TASK OBJECTIVE | From the listing below, pull out all lines with "outside" in them.

◇ ◇ ◇ ◇

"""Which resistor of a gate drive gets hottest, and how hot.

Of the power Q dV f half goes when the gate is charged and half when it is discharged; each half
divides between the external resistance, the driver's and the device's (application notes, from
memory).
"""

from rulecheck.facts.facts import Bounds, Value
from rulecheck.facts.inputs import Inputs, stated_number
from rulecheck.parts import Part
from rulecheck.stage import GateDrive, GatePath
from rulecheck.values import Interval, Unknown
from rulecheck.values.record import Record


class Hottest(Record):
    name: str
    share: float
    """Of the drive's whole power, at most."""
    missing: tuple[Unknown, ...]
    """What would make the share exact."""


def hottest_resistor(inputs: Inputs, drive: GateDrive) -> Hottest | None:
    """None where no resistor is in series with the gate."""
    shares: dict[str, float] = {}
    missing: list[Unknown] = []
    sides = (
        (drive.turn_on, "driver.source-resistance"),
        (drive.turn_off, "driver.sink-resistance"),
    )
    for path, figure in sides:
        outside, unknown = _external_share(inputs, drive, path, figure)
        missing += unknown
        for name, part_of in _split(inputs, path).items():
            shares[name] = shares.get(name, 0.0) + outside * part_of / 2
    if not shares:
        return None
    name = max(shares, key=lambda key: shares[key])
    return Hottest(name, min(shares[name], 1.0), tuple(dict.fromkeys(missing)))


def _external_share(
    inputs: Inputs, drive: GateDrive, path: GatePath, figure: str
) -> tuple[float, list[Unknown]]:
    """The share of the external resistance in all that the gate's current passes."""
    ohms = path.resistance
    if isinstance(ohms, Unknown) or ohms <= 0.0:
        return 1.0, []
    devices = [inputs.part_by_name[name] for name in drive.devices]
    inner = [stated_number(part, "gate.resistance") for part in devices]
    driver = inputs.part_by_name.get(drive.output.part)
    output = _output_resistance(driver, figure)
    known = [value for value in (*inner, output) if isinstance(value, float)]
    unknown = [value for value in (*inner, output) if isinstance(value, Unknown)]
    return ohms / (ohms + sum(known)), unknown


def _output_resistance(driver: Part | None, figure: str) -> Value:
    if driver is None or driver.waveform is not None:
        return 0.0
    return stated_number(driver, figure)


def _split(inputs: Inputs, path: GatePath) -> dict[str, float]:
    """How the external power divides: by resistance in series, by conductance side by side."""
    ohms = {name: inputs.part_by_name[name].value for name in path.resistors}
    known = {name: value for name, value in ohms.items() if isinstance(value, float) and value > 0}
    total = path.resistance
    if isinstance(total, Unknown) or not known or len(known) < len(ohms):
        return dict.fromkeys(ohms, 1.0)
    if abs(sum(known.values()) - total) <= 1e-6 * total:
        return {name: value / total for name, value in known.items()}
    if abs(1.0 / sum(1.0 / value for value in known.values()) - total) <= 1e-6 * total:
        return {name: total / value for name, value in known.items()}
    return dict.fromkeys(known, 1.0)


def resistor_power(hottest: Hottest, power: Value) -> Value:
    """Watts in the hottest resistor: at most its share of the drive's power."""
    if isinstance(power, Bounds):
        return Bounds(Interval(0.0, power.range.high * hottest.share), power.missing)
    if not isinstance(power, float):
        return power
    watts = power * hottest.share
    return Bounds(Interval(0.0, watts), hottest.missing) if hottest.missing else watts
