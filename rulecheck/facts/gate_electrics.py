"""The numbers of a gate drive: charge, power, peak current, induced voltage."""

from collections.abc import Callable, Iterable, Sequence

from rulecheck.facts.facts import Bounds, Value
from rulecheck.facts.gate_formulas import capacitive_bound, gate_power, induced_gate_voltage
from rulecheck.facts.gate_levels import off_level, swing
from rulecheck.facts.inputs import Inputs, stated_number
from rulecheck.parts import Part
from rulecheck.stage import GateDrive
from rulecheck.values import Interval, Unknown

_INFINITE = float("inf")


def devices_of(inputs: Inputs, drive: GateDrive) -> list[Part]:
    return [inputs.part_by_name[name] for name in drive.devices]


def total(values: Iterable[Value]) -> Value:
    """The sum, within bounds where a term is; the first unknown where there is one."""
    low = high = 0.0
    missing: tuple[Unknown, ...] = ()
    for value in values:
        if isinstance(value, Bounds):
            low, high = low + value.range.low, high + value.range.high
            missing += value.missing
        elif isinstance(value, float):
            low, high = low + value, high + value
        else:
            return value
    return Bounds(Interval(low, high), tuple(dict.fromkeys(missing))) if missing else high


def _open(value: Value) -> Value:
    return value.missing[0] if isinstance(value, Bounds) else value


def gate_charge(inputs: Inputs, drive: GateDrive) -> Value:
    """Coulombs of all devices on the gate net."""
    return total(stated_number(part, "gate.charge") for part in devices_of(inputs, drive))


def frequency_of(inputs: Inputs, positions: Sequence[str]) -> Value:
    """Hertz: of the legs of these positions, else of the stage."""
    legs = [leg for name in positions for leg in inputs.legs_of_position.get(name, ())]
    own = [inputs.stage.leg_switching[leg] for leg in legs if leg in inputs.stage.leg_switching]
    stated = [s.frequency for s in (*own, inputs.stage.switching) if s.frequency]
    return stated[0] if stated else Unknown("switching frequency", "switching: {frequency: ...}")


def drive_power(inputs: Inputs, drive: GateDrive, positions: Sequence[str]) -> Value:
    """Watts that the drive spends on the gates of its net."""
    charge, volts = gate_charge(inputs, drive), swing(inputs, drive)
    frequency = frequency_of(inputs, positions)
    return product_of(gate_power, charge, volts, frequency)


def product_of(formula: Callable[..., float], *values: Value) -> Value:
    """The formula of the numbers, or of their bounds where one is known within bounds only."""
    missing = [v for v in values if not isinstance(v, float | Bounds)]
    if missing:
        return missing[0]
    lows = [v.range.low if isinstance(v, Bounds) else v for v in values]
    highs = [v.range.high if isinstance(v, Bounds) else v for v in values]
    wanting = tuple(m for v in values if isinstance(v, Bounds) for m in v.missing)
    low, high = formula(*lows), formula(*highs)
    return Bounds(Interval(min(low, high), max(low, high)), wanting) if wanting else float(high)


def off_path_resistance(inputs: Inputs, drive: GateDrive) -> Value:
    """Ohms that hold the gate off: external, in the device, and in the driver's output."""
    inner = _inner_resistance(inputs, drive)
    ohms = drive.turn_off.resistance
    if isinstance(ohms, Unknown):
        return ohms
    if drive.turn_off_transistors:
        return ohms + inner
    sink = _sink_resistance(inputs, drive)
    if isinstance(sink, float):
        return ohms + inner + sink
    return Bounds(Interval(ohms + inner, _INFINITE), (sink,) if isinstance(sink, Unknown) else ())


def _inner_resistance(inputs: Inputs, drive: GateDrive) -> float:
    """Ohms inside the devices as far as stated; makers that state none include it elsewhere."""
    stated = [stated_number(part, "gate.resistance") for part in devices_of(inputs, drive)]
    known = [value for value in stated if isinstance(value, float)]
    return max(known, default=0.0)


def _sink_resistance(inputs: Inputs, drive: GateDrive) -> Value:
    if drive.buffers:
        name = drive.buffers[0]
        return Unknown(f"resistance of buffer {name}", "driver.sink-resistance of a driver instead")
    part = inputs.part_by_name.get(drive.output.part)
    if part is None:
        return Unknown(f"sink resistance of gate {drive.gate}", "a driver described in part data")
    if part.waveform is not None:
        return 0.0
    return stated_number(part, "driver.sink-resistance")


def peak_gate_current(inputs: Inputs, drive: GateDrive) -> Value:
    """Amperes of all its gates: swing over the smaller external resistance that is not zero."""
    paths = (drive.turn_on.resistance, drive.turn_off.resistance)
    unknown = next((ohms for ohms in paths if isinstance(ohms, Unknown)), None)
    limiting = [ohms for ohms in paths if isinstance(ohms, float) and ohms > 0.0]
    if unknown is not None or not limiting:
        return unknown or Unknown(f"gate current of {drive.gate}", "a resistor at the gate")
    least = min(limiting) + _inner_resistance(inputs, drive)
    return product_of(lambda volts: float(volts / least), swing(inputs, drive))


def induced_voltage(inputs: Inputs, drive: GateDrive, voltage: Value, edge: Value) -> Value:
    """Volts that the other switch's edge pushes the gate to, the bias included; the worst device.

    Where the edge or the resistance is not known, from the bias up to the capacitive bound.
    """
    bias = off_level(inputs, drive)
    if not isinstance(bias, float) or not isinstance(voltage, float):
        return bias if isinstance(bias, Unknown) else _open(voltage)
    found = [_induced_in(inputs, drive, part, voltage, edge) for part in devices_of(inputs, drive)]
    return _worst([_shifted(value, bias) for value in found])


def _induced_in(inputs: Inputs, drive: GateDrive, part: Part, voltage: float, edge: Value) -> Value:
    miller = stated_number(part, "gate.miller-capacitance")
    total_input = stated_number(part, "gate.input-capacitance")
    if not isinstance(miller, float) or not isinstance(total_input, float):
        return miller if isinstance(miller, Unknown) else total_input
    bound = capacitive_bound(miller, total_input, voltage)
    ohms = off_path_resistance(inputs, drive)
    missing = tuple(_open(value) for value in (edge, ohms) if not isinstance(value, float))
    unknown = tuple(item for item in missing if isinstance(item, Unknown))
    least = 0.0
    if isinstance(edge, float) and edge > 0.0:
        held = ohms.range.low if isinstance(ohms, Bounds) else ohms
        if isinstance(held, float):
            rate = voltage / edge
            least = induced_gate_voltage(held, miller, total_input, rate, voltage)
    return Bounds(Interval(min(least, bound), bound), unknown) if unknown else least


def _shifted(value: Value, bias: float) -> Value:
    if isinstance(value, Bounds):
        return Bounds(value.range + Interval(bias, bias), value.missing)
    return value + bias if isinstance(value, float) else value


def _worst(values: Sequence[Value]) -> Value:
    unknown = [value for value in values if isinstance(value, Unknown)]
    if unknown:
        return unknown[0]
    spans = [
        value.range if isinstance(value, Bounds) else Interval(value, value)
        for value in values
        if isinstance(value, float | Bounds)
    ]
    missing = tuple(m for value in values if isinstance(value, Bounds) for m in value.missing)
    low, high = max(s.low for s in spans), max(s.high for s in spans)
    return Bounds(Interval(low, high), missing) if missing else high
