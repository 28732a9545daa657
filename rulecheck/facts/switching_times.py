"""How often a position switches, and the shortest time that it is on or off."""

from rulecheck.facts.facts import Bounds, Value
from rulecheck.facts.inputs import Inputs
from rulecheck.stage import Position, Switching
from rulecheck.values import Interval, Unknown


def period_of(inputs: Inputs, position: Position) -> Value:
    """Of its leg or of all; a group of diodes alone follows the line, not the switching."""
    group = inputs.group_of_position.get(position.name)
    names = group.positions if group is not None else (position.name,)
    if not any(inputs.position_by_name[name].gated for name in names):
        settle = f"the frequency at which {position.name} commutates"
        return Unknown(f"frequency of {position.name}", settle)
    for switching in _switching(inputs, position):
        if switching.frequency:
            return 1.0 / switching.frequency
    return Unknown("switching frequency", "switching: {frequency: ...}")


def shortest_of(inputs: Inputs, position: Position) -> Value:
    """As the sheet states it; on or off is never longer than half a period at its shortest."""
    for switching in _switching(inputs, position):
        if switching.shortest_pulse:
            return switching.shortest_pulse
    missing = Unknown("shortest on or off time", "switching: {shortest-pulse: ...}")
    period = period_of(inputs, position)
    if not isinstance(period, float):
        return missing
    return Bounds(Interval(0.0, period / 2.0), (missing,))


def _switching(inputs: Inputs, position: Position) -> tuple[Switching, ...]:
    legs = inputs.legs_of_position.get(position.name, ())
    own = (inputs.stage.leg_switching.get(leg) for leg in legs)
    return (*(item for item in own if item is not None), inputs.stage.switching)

◇ ◇ ◇ ◇

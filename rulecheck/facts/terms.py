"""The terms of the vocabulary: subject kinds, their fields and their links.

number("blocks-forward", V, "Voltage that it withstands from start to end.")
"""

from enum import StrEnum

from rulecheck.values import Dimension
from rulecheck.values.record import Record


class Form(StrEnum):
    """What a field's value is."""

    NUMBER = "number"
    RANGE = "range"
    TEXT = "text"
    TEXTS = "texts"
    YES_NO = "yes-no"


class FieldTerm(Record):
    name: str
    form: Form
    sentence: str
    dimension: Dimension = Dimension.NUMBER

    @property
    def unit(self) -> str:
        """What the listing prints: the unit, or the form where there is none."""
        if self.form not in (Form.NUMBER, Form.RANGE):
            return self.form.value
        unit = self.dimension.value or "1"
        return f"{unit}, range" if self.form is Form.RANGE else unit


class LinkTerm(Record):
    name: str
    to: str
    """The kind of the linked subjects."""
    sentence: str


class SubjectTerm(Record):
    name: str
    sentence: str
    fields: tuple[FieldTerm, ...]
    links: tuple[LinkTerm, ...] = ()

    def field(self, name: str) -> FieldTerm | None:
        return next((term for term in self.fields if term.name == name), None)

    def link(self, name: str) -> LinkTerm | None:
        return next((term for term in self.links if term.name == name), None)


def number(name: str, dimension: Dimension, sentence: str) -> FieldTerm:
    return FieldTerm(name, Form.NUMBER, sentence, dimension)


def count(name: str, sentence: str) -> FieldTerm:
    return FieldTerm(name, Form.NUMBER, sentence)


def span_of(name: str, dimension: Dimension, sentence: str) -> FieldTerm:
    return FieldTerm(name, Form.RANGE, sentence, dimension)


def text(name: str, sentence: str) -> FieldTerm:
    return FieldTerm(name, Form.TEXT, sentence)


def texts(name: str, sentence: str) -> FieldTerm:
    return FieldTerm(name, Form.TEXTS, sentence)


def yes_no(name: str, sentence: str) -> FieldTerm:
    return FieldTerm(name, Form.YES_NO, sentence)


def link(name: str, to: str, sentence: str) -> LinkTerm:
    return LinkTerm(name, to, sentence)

◇ ◇ ◇ ◇

THE ANSWER |
        outside, unknown = _external_share(inputs, drive, path, figure)
            shares[name] = shares.get(name, 0.0) + outside * part_of / 2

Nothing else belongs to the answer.